[Saved entries]
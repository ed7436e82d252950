"""IIR design: classical analog prototypes, bilinear transform, second-order sections.

Responses (``spec.iir_response``): Butterworth, Chebyshev I, Chebyshev II,
elliptic. Order and natural frequencies come from ``scipy.signal``
``buttord``/``cheb1ord``/``cheb2ord``/``ellipord`` and the filter from
``iirfilter``, all with ``fs=`` so the band edges are pre-warped
(f_analog = (fs/pi) * tan(pi f / fs)) before the bilinear transform
s = 2 fs (z-1)/(z+1), which maps the analog edges exactly onto the digital
ones (Oppenheim & Schafer, *Discrete-Time Signal Processing*, sec. 7.2.2).

Only lowpass, highpass, bandpass and bandstop specs (pass and stop bands,
one pass gain) are accepted; anything else raises :class:`IirNotApplicable`.

Gain: the prototypes peak at 1 in the pass band and dip to 10**(-rp/20); the
filter is multiplied by ``c = 2 g / (1 + 10**(-rp/20))`` so the pass band is
centred on the spec's absolute gain g with the peak-to-peak ripple rp. The
stop-band attenuation asked of the prototype adds 20*log10(c/g).

Margin for quantization: the integer order leaves slack; the design tightens
the ripple (to 50 ... 97 %) and raises the attenuation (+5 ... +0.2 dB), taking
the first pair in :data:`_TIGHTEN` that the same order still allows, so the
quantized coefficients have room. When even the mildest pair needs a higher
order, the order is raised by one (a design exactly at the limit would leave
nothing for quantization).

Sections (``scipy.signal.zpk2sos``, ``pairing='nearest'``): poles are taken in
order of decreasing radius (closest to the unit circle first) and each pair is
matched with the zeros nearest to it, which keeps each section's peak gain low
(Jackson, IEEE Trans. AU-18(2), 1970).

Ordering: sections are ordered by increasing pole radius ("up": least peaked
first, the high-Q section last). The high-Q sections then see a signal the
earlier sections have already shaped, so L-infinity scale factors stay near 1
and their large noise gain is not amplified by later sections. The reverse
order ("down") is also evaluated and kept if its roundoff noise gain
(sum of the L2 norms squared from every section output to the filter output)
is lower; the choice is recorded in ``IirDesign.ordering``.

Scaling (Jackson, Bell Syst. Tech. J. 49(2), 1970): L-infinity. Each section's
b coefficients are multiplied by an exact factor so that the peak over
frequency of the transfer from the filter input to that section's output is 1
(for every section but the last, whose output is the filter's output with the
spec's own gain). With the L-infinity norm no sinusoidal input of full scale
can overflow an internal node, while the L1 norm (which would rule out overflow
for any input) costs bits on every section for signals that do not occur in
practice; the fixed-point state words are then sized from the L1 bound of the
quantized sections (see :mod:`tapwright.fixed.quantize`), so overflow is still
impossible in the bit-true design.
"""
from __future__ import annotations

import math
import warnings
from dataclasses import dataclass, field

import numpy as np
from scipy import signal

GRID = 8192

_ORD = {"butterworth": signal.buttord, "chebyshev1": signal.cheb1ord,
        "chebyshev2": signal.cheb2ord, "elliptic": signal.ellipord}
_FTYPE = {"butterworth": "butter", "chebyshev1": "cheby1", "chebyshev2": "cheby2", "elliptic": "ellip"}


#: (ripple factor, extra attenuation dB) tried in turn for quantization margin
_TIGHTEN = ((0.5, 5.0), (0.6, 4.0), (0.7, 3.0), (0.8, 2.0), (0.85, 1.5), (0.9, 1.0), (0.95, 0.5), (0.97, 0.2))


class IirNotApplicable(ValueError):
    """The spec is not a lowpass/highpass/bandpass/bandstop of pass and stop bands."""


@dataclass
class IirDesign:
    """A floating-point IIR as scaled, ordered second-order sections."""

    response: str
    btype: str
    order: int
    sos: np.ndarray                 # (S, 6): b0 b1 b2 1 a1 a2, L-inf scaled, ordered
    fs: float
    wp: object
    ws: object
    rp_design: float                # ripple (dB) asked of the prototype
    rs_design: float                # attenuation (dB) asked of the prototype
    gain: float                     # c: prototype peak 1 -> c
    ordering: str                   # "up" | "down"
    section_peaks: list = field(default_factory=list)   # peak |input -> section i output|
    notes: list = field(default_factory=list)

    @property
    def n_sections(self) -> int:
        return len(self.sos)

    def multipliers(self) -> int:
        """Non-trivial multiplications per input sample (5 per section minus 0 and +-1 coefficients)."""
        n = 0
        for s in self.sos:
            for v in (s[0], s[1], s[2], s[4], s[5]):
                if abs(v) > 1e-12 and abs(abs(v) - 1.0) > 1e-12:
                    n += 1
        return n

    def as_dict(self) -> dict:
        return {"response": self.response, "btype": self.btype, "order": self.order,
                "sections": self.n_sections, "ordering": self.ordering,
                "multipliers_per_input": self.multipliers(),
                "rp_design_db": self.rp_design, "rs_design_db": self.rs_design,
                "section_peaks": [float(p) for p in self.section_peaks]}


def classify(spec):
    """(btype, wp, ws, gain, ripple_db, atten_db) of an IIR-able spec, else raise IirNotApplicable."""
    kinds = [b.kind for b in spec.bands]
    if any(k == "shaped" for k in kinds):
        raise IirNotApplicable("IIR design takes pass and stop bands only; a shaped band "
                               "(gain = [g_lo, g_hi]) needs family = \"fir\"")
    gains = {b.gain[0] for b in spec.bands if b.kind == "pass"}
    if len(gains) != 1:
        raise IirNotApplicable("IIR design needs one pass-band gain; pass bands with different gains "
                               "need family = \"fir\"")
    g = abs(next(iter(gains)))
    bs = spec.bands
    pat = tuple(kinds)
    P = [b for b in bs if b.kind == "pass"]
    S = [b for b in bs if b.kind == "stop"]
    rp = min(b.ripple_db for b in P)
    A = max(b.atten_db for b in S) if S else None
    if pat == ("pass", "stop"):
        return "lowpass", P[0].hi, S[0].lo, g, rp, A
    if pat == ("stop", "pass"):
        return "highpass", P[0].lo, S[0].hi, g, rp, A
    if pat == ("stop", "pass", "stop"):
        return "bandpass", [P[0].lo, P[0].hi], [S[0].hi, S[1].lo], g, rp, A
    if pat == ("pass", "stop", "pass"):
        return "bandstop", [P[0].hi, P[1].lo], [S[0].lo, S[0].hi], g, rp, A
    raise IirNotApplicable(f"IIR design covers lowpass, highpass, bandpass and bandstop only; this spec's "
                           f"bands are {'/'.join(kinds)}")


def _order(resp, wp, ws, rp, rs, fs):
    with warnings.catch_warnings():
        warnings.simplefilter("ignore")
        return _ORD[resp](wp, ws, rp, rs, fs=fs)


def peak_gain(sos, fs, n=GRID) -> float:
    """max |H| over [0, fs/2] with a local refinement around the grid maximum."""
    w, h = signal.sosfreqz(sos, worN=np.linspace(0, fs / 2, n + 1), fs=fs)
    a = np.abs(h)
    i = int(np.argmax(a))
    lo, hi = w[max(i - 1, 0)], w[min(i + 1, len(w) - 1)]
    wf = np.linspace(lo, hi, 65)
    _, hf = signal.sosfreqz(sos, worN=wf, fs=fs)
    return float(max(a[i], np.max(np.abs(hf))))


def impulse_length(sos, tol=1e-12, cap=1 << 18) -> int:
    """Samples until the slowest pole's envelope falls below ``tol``."""
    r = max((max(abs(np.roots(s[3:]))) if np.any(s[4:] != 0) else 0.0) for s in np.atleast_2d(sos))
    if r <= 0:
        return 64
    if r >= 1:
        return cap
    n = math.log(tol) / math.log(r)
    return int(min(cap, max(64, math.ceil(n) + 64)))


def noise_gains(sos):
    """Per section i: (L1, L2^2) of the impulse response from section i's output rounding to the filter output.

    A rounding at section i's output enters its own feedback, so the transfer
    is (1/A_i) * H_{i+1} * ... * H_S.
    """
    sos = np.atleast_2d(np.asarray(sos, float))
    n = impulse_length(sos)
    out = []
    for i in range(len(sos)):
        x = np.zeros(n)
        x[0] = 1.0
        v = signal.lfilter([1.0], sos[i, 3:], x)
        if i + 1 < len(sos):
            v = signal.sosfilt(sos[i + 1:], v)
        out.append((float(np.sum(np.abs(v))), float(np.sum(v * v))))
    return out


def linf_scale(sos, fs):
    """Exact L-infinity scaling: peak |input -> section i output| = 1 for i < S; last keeps the total gain."""
    sos = np.array(sos, float)
    peaks = []
    total = 1.0
    for i in range(len(sos)):
        if i < len(sos) - 1:
            p = peak_gain(sos[: i + 1], fs)
            s = 1.0 / p
            sos[i, :3] *= s
            total *= s
        else:
            sos[i, :3] /= total
        peaks.append(peak_gain(sos[: i + 1], fs))
    return sos, peaks


def _pole_radius(sec) -> float:
    a = sec[3:]
    if a[2] == 0 and a[1] == 0:
        return 0.0
    return float(max(abs(np.roots(a if a[2] != 0 else a[:2]))))


def design_iir(spec, *, extra_order: int = 0, ordering: str = "auto") -> IirDesign:
    """Scaled, ordered SOS design of ``spec`` (see the module docstring for the rules)."""
    btype, wp, ws, g, rp, A = classify(spec)
    resp = spec.iir_response
    fs = spec.sample_rate
    A = A if A is not None else 40.0
    rs_base = A + 20 * math.log10(2 / (1 + 10 ** (-rp / 20)))
    n0, _ = _order(resp, wp, ws, rp, rs_base, fs)
    target = int(n0) + extra_order
    chosen = None
    while chosen is None:
        for t_rp, rs_extra in _TIGHTEN:
            rp_t, rs_t = rp * t_rp, rs_base + rs_extra
            n_t, wn_t = _order(resp, wp, ws, rp_t, rs_t, fs)
            if n_t <= target:
                chosen = (rp_t, rs_t, wn_t)
                break
        if chosen is None:
            # the minimum order meets the spec only with equality: one more order buys the margin
            target += 1
    rp_d, rs_d, wn = chosen
    kw = {}
    if resp in ("chebyshev1", "elliptic"):
        kw["rp"] = rp_d
    if resp in ("chebyshev2", "elliptic"):
        kw["rs"] = rs_d
    z, p, k = signal.iirfilter(target, wn, btype=btype, ftype=_FTYPE[resp], output="zpk", fs=fs, **kw)
    # every prototype peaks at 1 and dips to (at most) 10**(-rp/20) in the pass band: centre on g
    c = 2 * g / (1 + 10 ** (-rp_d / 20))
    sos = signal.zpk2sos(z, p, k * c, pairing="nearest")
    radii = [_pole_radius(s) for s in sos]
    up = sos[np.argsort(radii, kind="stable")]
    cands = {"up": up, "down": up[::-1].copy()}
    if ordering != "auto":
        cands = {ordering: cands[ordering]}
    best = None
    for name, s in cands.items():
        scaled, peaks = linf_scale(s, fs)
        ng = sum(l2 for _, l2 in noise_gains(scaled))
        if best is None or ng < best[0] * (1 - 1e-9):
            best = (ng, name, scaled, peaks)
    _, name, scaled, peaks = best
    notes = [f"{resp} {btype} order {target} ({len(scaled)} sections, ordering '{name}'); "
             f"prototype ripple {rp_d:.4g} dB, attenuation {rs_d:.4g} dB"]
    return IirDesign(resp, btype, target, scaled, fs, wp, ws, rp_d, rs_d, c, name, peaks, notes)


def group_delay_spread(sos, spec, n=2048) -> float:
    """max - min group delay (samples) over the pass bands."""
    sos = np.atleast_2d(sos)
    spreads = []
    for b in spec.pass_bands():
        f = np.linspace(b.lo, b.hi, n)
        gd = np.zeros(n)
        for s in sos:
            with warnings.catch_warnings():
                warnings.simplefilter("ignore")
                _, g = signal.group_delay((s[:3], s[3:]), w=f, fs=spec.sample_rate)
            gd += g
        spreads.append(float(np.max(gd) - np.min(gd)))
    return max(spreads) if spreads else 0.0


def sos_mag(sos, freqs, fs) -> np.ndarray:
    """|H| of an SOS cascade at ``freqs`` (Hz)."""
    _, h = signal.sosfreqz(np.atleast_2d(sos), worN=np.asarray(freqs, float), fs=fs)
    return np.abs(h)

ASSIGNMENT: The expected answer is an exact copy of the lines above, beginning at the line with "P = [b for b" and ending at the line with "n = math.log(tol) / math.log(r)", with both ends in.

YOUR RESPONSE:
    P = [b for b in bs if b.kind == "pass"]
    S = [b for b in bs if b.kind == "stop"]
    rp = min(b.ripple_db for b in P)
    A = max(b.atten_db for b in S) if S else None
    if pat == ("pass", "stop"):
        return "lowpass", P[0].hi, S[0].lo, g, rp, A
    if pat == ("stop", "pass"):
        return "highpass", P[0].lo, S[0].hi, g, rp, A
    if pat == ("stop", "pass", "stop"):
        return "bandpass", [P[0].lo, P[0].hi], [S[0].hi, S[1].lo], g, rp, A
    if pat == ("pass", "stop", "pass"):
        return "bandstop", [P[0].hi, P[1].lo], [S[0].lo, S[0].hi], g, rp, A
    raise IirNotApplicable(f"IIR design covers lowpass, highpass, bandpass and bandstop only; this spec's "
                           f"bands are {'/'.join(kinds)}")


def _order(resp, wp, ws, rp, rs, fs):
    with warnings.catch_warnings():
        warnings.simplefilter("ignore")
        return _ORD[resp](wp, ws, rp, rs, fs=fs)


def peak_gain(sos, fs, n=GRID) -> float:
    """max |H| over [0, fs/2] with a local refinement around the grid maximum."""
    w, h = signal.sosfreqz(sos, worN=np.linspace(0, fs / 2, n + 1), fs=fs)
    a = np.abs(h)
    i = int(np.argmax(a))
    lo, hi = w[max(i - 1, 0)], w[min(i + 1, len(w) - 1)]
    wf = np.linspace(lo, hi, 65)
    _, hf = signal.sosfreqz(sos, worN=wf, fs=fs)
    return float(max(a[i], np.max(np.abs(hf))))


def impulse_length(sos, tol=1e-12, cap=1 << 18) -> int:
    """Samples until the slowest pole's envelope falls below ``tol``."""
    r = max((max(abs(np.roots(s[3:]))) if np.any(s[4:] != 0) else 0.0) for s in np.atleast_2d(sos))
    if r <= 0:
        return 64
    if r >= 1:
        return cap
    n = math.log(tol) / math.log(r)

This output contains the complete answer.